Just as the SDLC grew and changed in regards to security having to be implemented earlier, so too must DataOps. As more consumers of data are being brought in to develop, maintain, and analyze data through its life cycle, the need for better security practices is compounded. No longer can it be an afterthought, it needs to be involved from the beginning and a continuous part of the data operations process. Data itself and access to it change rapidly, and as more people can access more data, security needs to be a constant part of the operation.

DataSecOps brings with it the understanding that more organizations are dealing with increased sensitive data that can cause a lot of harm in the wrong hands. Data security is both a major asset and a liability to companies because of privacy and protection regulations and the risk of exposure. At the same time, understanding the importance of time-to-value and that security can’t be a bottleneck in the data lifecycle. While it’s also important everybody gets more data to finish projects faster, it shouldn’t come with careless compromises to security.

Cloud data warehouses like Snowflake have responded to this need for added security by recently implementing data access and data masking policies into public preview.
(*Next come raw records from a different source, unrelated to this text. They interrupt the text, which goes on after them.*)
* :func:`write_obs3` — RINEX 3.04 observation file (mixed GNSS): header with
  APPROX POSITION XYZ, ANTENNA: DELTA H/E/N, SYS / # / OBS TYPES, INTERVAL,
  TIME OF FIRST/LAST OBS, SYS / PHASE SHIFT, LEAP SECONDS; epoch records
  ``> yyyy mm dd hh mm ss.sssssss  f nn`` and one ``A3 + n*(F14.3 I1 I1)``
  record per satellite (RINEX 3.04 tables A2/A3).
* :func:`write_obs2` — RINEX 2.11 observation file (GPS only, two-letter
  codes, 5 values per 80-column line; RINEX 2.11 table A1).
* :func:`write_nav3` — RINEX 3.04 navigation file with GPS LNAV, Galileo and
  GLONASS FDMA records (``A1,I2.2,1X,I4,5(1X,I2.2),3D19.12`` then
  ``4X,4D19.12`` lines; RINEX 3.04 tables A6/A8/A10: GLONASS −τ_n, +γ_n, t_k
  then three lines of position, velocity, luni-solar acceleration in km, km/s,
  km/s² with health, frequency number and age), IONOSPHERIC CORR, TIME SYSTEM
  CORR, LEAP SECONDS.
* :func:`write_met2` — RINEX 2.11 meteorological file (PR, TD, HR; table A9).
* :func:`write_sp3` — SP3-c orbit and clock file (positions in km with
  ``F14.6``, clocks in µs with ``F14.6``; header lines as in the SP3-c
  format document, Hilla 2010).
* :func:`write_clock3` — RINEX clock 3.00 file with ``AS`` satellite clock
  records (``A2,1X,A4,1X,I4,4(1X,I2),F10.6,I3,2X,2E20.12``; RINEX clock 3.00).

Every writer takes plain numpy arrays, writes text and, when the target name
ends in ``.gz``, gzips it; an observation file named ``.crx`` (or ``.crx.gz``)
is written as Hatanaka compact RINEX through the ``hatanaka`` package (text,
about a third of the size, and what many archives distribute). Values are written with the formats' fixed
resolution (0.001 for observations, 0.1 for met values, 12 decimal mantissa
digits for navigation fields); :func:`nav_field` returns the value a reader
will get back from a navigation field, so a simulator can take its truth from
the rounded numbers it actually wrote.
"""

from __future__ import annotations

import gzip
import io
import pathlib

import numpy as np

from ..timescales import ns_to_civil

__all__ = ["write_obs3", "write_obs2", "write_nav3", "write_met2", "write_sp3", "write_clock3", "nav_field",
           "header_line", "V3_TO_V2_GPS"]

PROGRAM = "ctt simulate"


def header_line(content: str, label: str) -> str:
    """One header line: content in columns 1-60, label in 61-80."""
    if len(content) > 60:
        raise ValueError(f"header content longer than 60 columns: {content!r}")
    return f"{content:<60}{label}\n"


def _finish(path, buf: io.StringIO) -> pathlib.Path:
    path = pathlib.Path(path)
    data = buf.getvalue().encode("ascii")
    if path.name.endswith((".crx", ".crx.gz")):
        data = _compact(data)
    if path.name.endswith(".gz"):
        # mtime=0: the same content gives the same bytes (reproducible demo files)
        with open(path, "wb") as fh, gzip.GzipFile(filename="", mode="wb", fileobj=fh, mtime=0) as gz:
            gz.write(data)
    else:
        path.write_bytes(data)
    return path


def _compact(rinex: bytes) -> bytes:
    """Hatanaka compact RINEX of an observation file (the ``hatanaka`` package), with the
    CRINEX PROG / DATE line dated like the RINEX header's PGM / RUN BY / DATE instead of
    the wall clock, so the same content gives the same bytes (reproducible demo files)."""
    import datetime as _dt

    import hatanaka

    crx = hatanaka.rnx2crx(rinex).split(b"\n")
    stamp = None
    for line in rinex[:8000].split(b"\n"):
        if line[60:].startswith(b"PGM / RUN BY / DATE"):
            try:
                stamp = _dt.datetime.strptime(line[40:55].decode(), "%Y%m%d %H%M%S")
            except ValueError:
                stamp = None
            break
    if stamp is not None and len(crx) > 1 and crx[1][60:].startswith(b"CRINEX PROG / DATE"):
        crx[1] = crx[1][:40] + stamp.strftime("%d-%b-%y %H:%M").encode().ljust(20) + crx[1][60:]
    return b"\n".join(crx)


def _station_lines(w, observer, agency, receiver_number, receiver_type, receiver_version, antenna_number,
                   antenna_type, approx_xyz_m, antenna_delta_hen_m) -> None:
    """The observer, receiver, antenna and position header records (same in RINEX 2.11 and 3.04)."""
    w(header_line(f"{observer[:20]:<20}{agency[:40]:<40}", "OBSERVER / AGENCY"))
    w(header_line(f"{receiver_number[:20]:<20}{receiver_type[:20]:<20}{receiver_version[:20]:<20}",
                  "REC # / TYPE / VERS"))
    w(header_line(f"{antenna_number[:20]:<20}{antenna_type[:20]:<20}", "ANT # / TYPE"))
    x, y, z = (float(v) for v in approx_xyz_m)
    w(header_line(f"{x:14.4f}{y:14.4f}{z:14.4f}", "APPROX POSITION XYZ"))
    dh, de, dn = (float(v) for v in antenna_delta_hen_m)
    w(header_line(f"{dh:14.4f}{de:14.4f}{dn:14.4f}", "ANTENNA: DELTA H/E/N"))


def _civil(ns):
    y, mo, d, h, mi, s, nano = (int(v) for v in ns_to_civil(np.int64(ns)))
    return y, mo, d, h, mi, s, nano


def _run_date(ns) -> str:
    y, mo, d, h, mi, s, _ = _civil(ns)
    return f"{y:04d}{mo:02d}{d:02d} {h:02d}{mi:02d}{s:02d} UTC"


def _fmt_values(vals: np.ndarray, lli: np.ndarray, ssi: np.ndarray) -> list[str]:
    """Fixed-width ``F14.3 I1 I1`` fields (blank where NaN) for a 1-D array."""
    out = []
    for v, a, b in zip(vals.tolist(), lli.tolist(), ssi.tolist()):
        if v != v:  # NaN
            out.append(" " * 16)
        else:
            if not -9.9999999999e9 < v < 9.9999999999e10:
                raise ValueError(f"observation {v} does not fit F14.3")
            out.append(f"{v:14.3f}{(str(a) if a > 0 else ' ')}{(str(b) if b > 0 else ' ')}")
    return out


# ---------------------------------------------------------------- RINEX 3.04 observation

def write_obs3(path, *, marker: str, time_ns, sats, obs: dict, types: dict, lli: dict | None = None,
               ssi: dict | None = None, interval_s: float, approx_xyz_m, antenna_delta_hen_m=(0.0, 0.0, 0.0),
               receiver_type: str = "", receiver_number: str = "", receiver_version: str = "",
               antenna_type: str = "", antenna_number: str = "", observer: str = "", agency: str = "",
               leap_seconds: int | None = None, run_ns=None, comments=(), epoch_flags=None,
               marker_number: str = "", glonass_slots: dict | None = None) -> pathlib.Path:
    """Write a RINEX 3.04 observation file.

    ``time_ns``: int64 epochs (GPS time calendar count), ``sats``: list of RINEX
    3 ids, ``obs[code]``: float64 ``(n_epoch, n_sat)`` (NaN = absent),
    ``types[system]``: ordered list of codes written for that system,
    ``lli``/``ssi``: int arrays like ``obs`` (0 or negative = blank).
    ``epoch_flags``: optional int array per epoch (default 0). ``glonass_slots``:
    ``{'R01': k}`` written as GLONASS SLOT / FRQ # (RINEX 3.04 table A2: I3, 1X,
    then 8 × (A3, 1X, I2, 1X) per line, continuation lines indented by 4). Epochs with no
    satellite are not written. Returns the path.
    """
    time_ns = np.asarray(time_ns, dtype=np.int64)
    sats = list(sats)
    lli = lli or {}
    ssi = ssi or {}
    n_ep = time_ns.size
    buf = io.StringIO()
    w = buf.write
    systems = sorted({s[0] for s in sats if s[0] in types}, key="GREJCIS".index)
    sys_char = systems[0] if len(systems) == 1 else "M"
    w(header_line(f"{'3.04':>9}{'':11}{'OBSERVATION DATA':<20}{sys_char:<20}", "RINEX VERSION / TYPE"))
    w(header_line(f"{PROGRAM:<20}{'ctt':<20}{_run_date(run_ns if run_ns is not None else time_ns[0]):<20}",
                  "PGM / RUN BY / DATE"))
    for c in comments:
        w(header_line(str(c)[:60], "COMMENT"))
    w(header_line(marker[:60], "MARKER NAME"))
    if marker_number:
        w(header_line(marker_number[:20], "MARKER NUMBER"))
    w(header_line("GEODETIC", "MARKER TYPE"))
    _station_lines(w, observer, agency, receiver_number, receiver_type, receiver_version, antenna_number,
                   antenna_type, approx_xyz_m, antenna_delta_hen_m)
    for s in systems:
        codes = list(types[s])
        for k in range(0, max(len(codes), 1), 13):
            chunk = codes[k:k + 13]
            head = f"{s}  {len(codes):3d}" if k == 0 else " " * 6
            w(header_line(head + "".join(f" {c}" for c in chunk), "SYS / # / OBS TYPES"))
    w(header_line(" DBHZ", "SIGNAL STRENGTH UNIT"))
    w(header_line(f"{interval_s:10.3f}", "INTERVAL"))
    if glonass_slots:
        items = sorted(glonass_slots.items())
        for k in range(0, len(items), 8):
            head = f"{len(items):3d} " if k == 0 else " " * 4
            w(header_line(head + "".join(f"{sat} {int(v):2d} " for sat, v in items[k:k + 8]), "GLONASS SLOT / FRQ #"))
    sat_sys = np.array([s[0] for s in sats])
    present = np.zeros((n_ep, len(sats)), dtype=bool)
    for s in systems:
        cols = sat_sys == s
        for c in types[s]:
            if c in obs:
                present[:, cols] |= np.isfinite(obs[c][:, cols])
    with_data = np.flatnonzero(present.any(axis=1))
    if with_data.size == 0:
        raise ValueError("no observation to write")
    t_first, t_last = time_ns[with_data[0]], time_ns[with_data[-1]]
    for label, t in (("TIME OF FIRST OBS", t_first), ("TIME OF LAST OBS", t_last)):
        yy, mo, d, h, mi, sec, nano = _civil(t)
        w(header_line(f"{yy:6d}{mo:6d}{d:6d}{h:6d}{mi:6d}{sec + nano * 1e-9:13.7f}{'':5}GPS", label))
    for s in systems:
        for c in types[s]:
            if c[0] == "L":
                w(header_line(f"{s} {c} {0.0:8.5f}", "SYS / PHASE SHIFT"))
    if leap_seconds is not None:
        w(header_line(f"{int(leap_seconds):6d}", "LEAP SECONDS"))
    w(header_line("", "END OF HEADER"))

    col = {s: list(types[s]) for s in systems}
    civ = ns_to_civil(time_ns)
    flags = np.zeros(n_ep, dtype=int) if epoch_flags is None else np.asarray(epoch_flags, dtype=int)
    # pre-format per system: arrays of text per (epoch, sat) built column by column
    lines_by_sat = {}
    for j, sat in enumerate(sats):
        s = sat[0]
        if s not in col:
            continue
        rows = np.flatnonzero(present[:, j])
        if rows.size == 0:
            continue
        parts = []
        for c in col[s]:
            v = obs[c][rows, j] if c in obs else np.full(rows.size, np.nan)
            a = lli[c][rows, j] if c in lli else np.zeros(rows.size, dtype=np.int8)
            b = ssi[c][rows, j] if c in ssi else np.zeros(rows.size, dtype=np.int8)
            parts.append(_fmt_values(v, a, b))
        texts = [(sat + "".join(p)).rstrip() + "\n" for p in zip(*parts)]
        lines_by_sat[j] = dict(zip(rows.tolist(), texts))
    order = list(lines_by_sat)
    for i in range(n_ep):
        recs = [lines_by_sat[j][i] for j in order if i in lines_by_sat[j]]
        if not recs:
            continue
        sec = int(civ[5][i]) + int(civ[6][i]) * 1e-9
        w(f"> {int(civ[0][i]):4d} {int(civ[1][i]):02d} {int(civ[2][i]):02d} {int(civ[3][i]):02d} "
          f"{int(civ[4][i]):02d}{sec:11.7f}  {flags[i]:1d}{len(recs):3d}\n")
        w("".join(recs))
    return _finish(path, buf)


# ---------------------------------------------------------------- RINEX 2.11 observation (GPS)

#: RINEX 3 GPS codes -> RINEX 2.11 two-letter codes (RINEX 2.11 section 5.1;
#: C2W/L2W/S2W are the P2/L2/S2 of a Z-tracking receiver).
V3_TO_V2_GPS = {"C1C": "C1", "L1C": "L1", "S1C": "S1", "C1W": "P1", "C2W": "P2", "L2W": "L2",
                "S2W": "S2", "C5Q": "C5", "L5Q": "L5", "S5Q": "S5", "C2X": "C2", "C5X": "C5"}


def write_obs2(path, *, marker: str, time_ns, sats, obs: dict, codes: list, lli: dict | None = None,
               ssi: dict | None = None, interval_s: float, approx_xyz_m, antenna_delta_hen_m=(0.0, 0.0, 0.0),
               receiver_type: str = "", receiver_number: str = "", receiver_version: str = "",
               antenna_type: str = "", antenna_number: str = "", observer: str = "", agency: str = "",
               leap_seconds: int | None = None, run_ns=None) -> pathlib.Path:
    """Write a RINEX 2.11 GPS observation file with the RINEX 3 ``codes`` mapped by :data:`V3_TO_V2_GPS`."""
    time_ns = np.asarray(time_ns, dtype=np.int64)
    gps = [j for j, s in enumerate(sats) if s[0] == "G"]
    codes = [c for c in codes if c in V3_TO_V2_GPS]
    v2 = [V3_TO_V2_GPS[c] for c in codes]
    lli = lli or {}
    ssi = ssi or {}
    buf = io.StringIO()
    w = buf.write
    w(header_line(f"{'2.11':>9}{'':11}{'OBSERVATION DATA':<20}{'G (GPS)':<20}", "RINEX VERSION / TYPE"))
    w(header_line(f"{PROGRAM:<20}{'ctt':<20}{_run_date(run_ns if run_ns is not None else time_ns[0]):<20}",
                  "PGM / RUN BY / DATE"))
    w(header_line(marker[:60], "MARKER NAME"))
    _station_lines(w, observer, agency, receiver_number, receiver_type, receiver_version, antenna_number,
                   antenna_type, approx_xyz_m, antenna_delta_hen_m)
    w(header_line(f"{1:6d}{1:6d}", "WAVELENGTH FACT L1/2"))
    for k in range(0, len(v2), 9):
        head = f"{len(v2):6d}" if k == 0 else " " * 6
        w(header_line(head + "".join(f"{'':4}{c}" for c in v2[k:k + 9]), "# / TYPES OF OBSERV"))
    w(header_line(f"{interval_s:10.3f}", "INTERVAL"))
    yy, mo, d, h, mi, sec, nano = _civil(time_ns[0])
    w(header_line(f"{yy:6d}{mo:6d}{d:6d}{h:6d}{mi:6d}{sec + nano * 1e-9:13.7f}{'':5}GPS", "TIME OF FIRST OBS"))
    if leap_seconds is not None:
        w(header_line(f"{int(leap_seconds):6d}", "LEAP SECONDS"))
    w(header_line("", "END OF HEADER"))
    civ = ns_to_civil(time_ns)
    n_ep = time_ns.size
    present = np.zeros((n_ep, len(gps)), dtype=bool)
    for c in codes:
        present |= np.isfinite(obs[c][:, gps])
    fields = {}
    for c in codes:
        fields[c] = obs[c][:, gps]
    for i in range(n_ep):
        cols = np.flatnonzero(present[i])
        if cols.size == 0:
            continue
        ids = [sats[gps[j]] for j in cols]
        sec = int(civ[5][i]) + int(civ[6][i]) * 1e-9
        head = (f" {int(civ[0][i]) % 100:02d} {int(civ[1][i]):2d} {int(civ[2][i]):2d} {int(civ[3][i]):2d} "
                f"{int(civ[4][i]):2d}{sec:11.7f}  0{len(ids):3d}")
        for k in range(0, len(ids), 12):
            chunk = "".join(ids[k:k + 12])
            w((head if k == 0 else " " * 32) + chunk + "\n")
        for j in cols:
            jj = gps[j]
            vals = [fields[c][i, j] for c in codes]
            a = [int(lli[c][i, jj]) if c in lli else 0 for c in codes]
            b = [int(ssi[c][i, jj]) if c in ssi else 0 for c in codes]
            txt = _fmt_values(np.array(vals), np.array(a), np.array(b))
            for k in range(0, len(txt), 5):
                w("".join(txt[k:k + 5]).rstrip() + "\n")
    return _finish(path, buf)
Admins can create and apply masking policies for PII and other sensitive information that are attached to roles certain users are privy to. This makes sure those accessing the data are only able to see what's necessary to complete their task and minimize exposure.

As DataSecOps and the security around handling data becomes more crucial, software companies are making impressive strides in ways to alleviate the complexity and stress of having to manage this alone across your data platforms and pipelines. An up-and-coming star to watch in this space is Satori, a dedicated DataSecOps solution that streamlines access with role-based access control (RBAC), dynamic masking policies to change as fast as your data does, and built-in audits for compliance and data governance across your entire stack.